On receiving her diploma in 1954, she spent six months in Italy where she was inspired by an American-Indian almost geometrically patterned carpet in painted leather at the Ethnographic Museum. In 1960, after receiving a French cultural scholarship, she went to Paris to study under Stanley William Hayter. Back in Copenhagen, in 1962 she exhibited at the Kunstforeningen where she sold one of her first carpets to the Danish Museum of Art & Design. The work in black, white and red was in the simple style which became characteristic of her later compositions, all created in bright, vivid colours.
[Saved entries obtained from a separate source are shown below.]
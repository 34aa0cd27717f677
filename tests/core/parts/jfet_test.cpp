#include "tests/core/parts/recorded_part.hpp"
#include <catch2/catch.hpp>
#include <cmath>

using namespace sinewright;
using namespace sinewright::testing;
using Catch::WithinAbs;
using Catch::WithinRel;

namespace {

constexpr double Vp = -2, beta = 1e-3, lambda = 0.03;

RecordedPart fet(double lambda_per_v = lambda) {
    return record("jfet", {{"pinch_off", Vp}, {"beta", beta}, {"lambda", lambda_per_v}});
}
double current(const RecordedPart& part, double v_ds, double v_gs) {
    return part.current("d", part.at({{"d", v_ds}, {"g", v_gs}}));
}
double by_contract(double v_ds, double v_gs) {
    if (v_ds < 0) return -by_contract(-v_ds, v_gs - v_ds); // drain and source change places
    const double u = v_gs - Vp;
    if (u <= 0) return 0;
    if (v_ds < u) return beta * (2 * u - v_ds) * v_ds * (1 + lambda * v_ds);
    return beta * u * u * (1 + lambda * v_ds);
}

} // namespace

TEST_CASE("a FET follows the square law in all its regions and with drain and source exchanged", "[parts]") {
    const RecordedPart j = fet();
    for (const double v_gs : {-2.5, -2.0, -1.5, -0.5, 0.0})
        for (const double v_ds : {-6.0, -1.0, -0.05, 0.0, 0.05, 0.4, 1.9, 7.0}) {
            INFO("v_gs " << v_gs << ", v_ds " << v_ds);
            CHECK_THAT(current(j, v_ds, v_gs), WithinAbs(by_contract(v_ds, v_gs), 1e-16));
            CHECK(j.current("g", j.at({{"d", v_ds}, {"g", v_gs}})) == 0);
        }
    CHECK(current(j, 5, -2.1) == 0);
    CHECK_THAT(current(fet(0), 10, 0), WithinRel(beta * Vp * Vp, 1e-15)); // saturated at zero gate: β·Vp²
}

TEST_CASE("a FET's current and its slopes join at the borders of its regions", "[parts]") {
    const RecordedPart j = fet();
    const double step = 1e-9;
    struct Border {
        double v_ds, v_gs, across_ds, across_gs;
    };
    for (const Border& border : {Border{1.2, -0.8, 1, 0},     // triode to saturation: v_ds = u
                                 Border{1.2, -0.8, 0, 1},     // the same crossed by the gate
                                 Border{3.0, -2.0, 0, 1},     // pinch-off: u = 0
                                 Border{0.0, -1.0, 1, 0},     // exchange of drain and source
                                 Border{-1.2, -2.0, 1, 0}}) { // exchanged: triode to saturation
        INFO("at v_ds " << border.v_ds << ", v_gs " << border.v_gs);
        const auto at = [&](double sign) {
            return j.at({{"d", border.v_ds + sign * step * border.across_ds},
                         {"g", border.v_gs + sign * step * border.across_gs}});
        };
        // A jump would show at full size; what a step of 1e-9 V may change is 1e-9 of the slopes (some mS).
        CHECK_THAT(j.current("d", at(1)), WithinAbs(j.current("d", at(-1)), 1e-11));
        for (const int control : {j.index("d"), j.index("g")})
            CHECK_THAT(j.df(at(1))(0, control), WithinAbs(j.df(at(-1))(0, control), 1e-10));
    }
}

TEST_CASE("a FET as a resistor makes a second harmonic of A over 4u and no third", "[parts]") {
    // Source: i = β(2u − v)v with v = A·cos: H2/H1 = A/(4u); small-signal resistance 1/(2βu).
    const RecordedPart j = fet(0);
    const double u = 1, amplitude_v = 0.1;
    const auto i = over_a_cycle(256, [&](double phase) { return current(j, amplitude_v * std::cos(phase), Vp + u); });
    const double first = cosine_harmonic(i, 1);
    CHECK_THAT(std::abs(cosine_harmonic(i, 2)) / first, WithinRel(0.025, 1e-12));
    CHECK_THAT(cosine_harmonic(i, 3) / first, WithinAbs(0, 1e-15));
    CHECK_THAT(amplitude_v / first, WithinRel(1 / (2 * beta * u), 1e-13));
}

TEST_CASE("half the drain voltage on the gate leaves no harmonic in a FET resistor", "[parts]") {
    // Source: i = 2βu·v exactly when v_gs = Vp + u + v_ds/2.
    const RecordedPart j = fet(0);
    const auto i = over_a_cycle(256, [&](double phase) {
        const double v = 0.1 * std::cos(phase);
        return current(j, v, Vp + 1 + v / 2);
    });
    const double first = cosine_harmonic(i, 1);
    CHECK_THAT(first, WithinRel(2 * beta * 0.1, 1e-13));
    for (const int order : {2, 3, 4, 5}) CHECK_THAT(cosine_harmonic(i, order) / first, WithinAbs(0, 1e-15));
}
Her use of interacting geometrical shapes, including strongly coloured rectangles, squares and circles feature in her well balanced compositions. The round shapes often represent the sun while the straight lines can be the horizon. One of her creations depicts a blue fjord with a glowing red sun descending into the black forests on the other side.

In 1954, she married the painter Ole Strøygaard (born 1926) with whom she participated in the art group 6+2 until the early 1960s. The marriage was dissolved in 1963. From 1965 to 1973, her partner was the photographer Helmer Lund Hansen (1910–1992). They had a son together and adopted a child from Ethiopia.

In 1972, Thyssen arranged a solo exhibition at Den Frie Udstilling where she rented the two central rooms. It proved to be highly successful, establishing her as an artist at a time when there were relatively few weavers known for their artwork. Since the late 1970s, she has exhibited widely in Denmark and abroad.

A member of the Grønningen artists cooperative, in 2015 she celebrated 40 years of consistent participation in their exhibitions. In 2018, she contributed a variety of her large and smaller works to the tapestry exhibition in Copenhagen's Rundetaarn.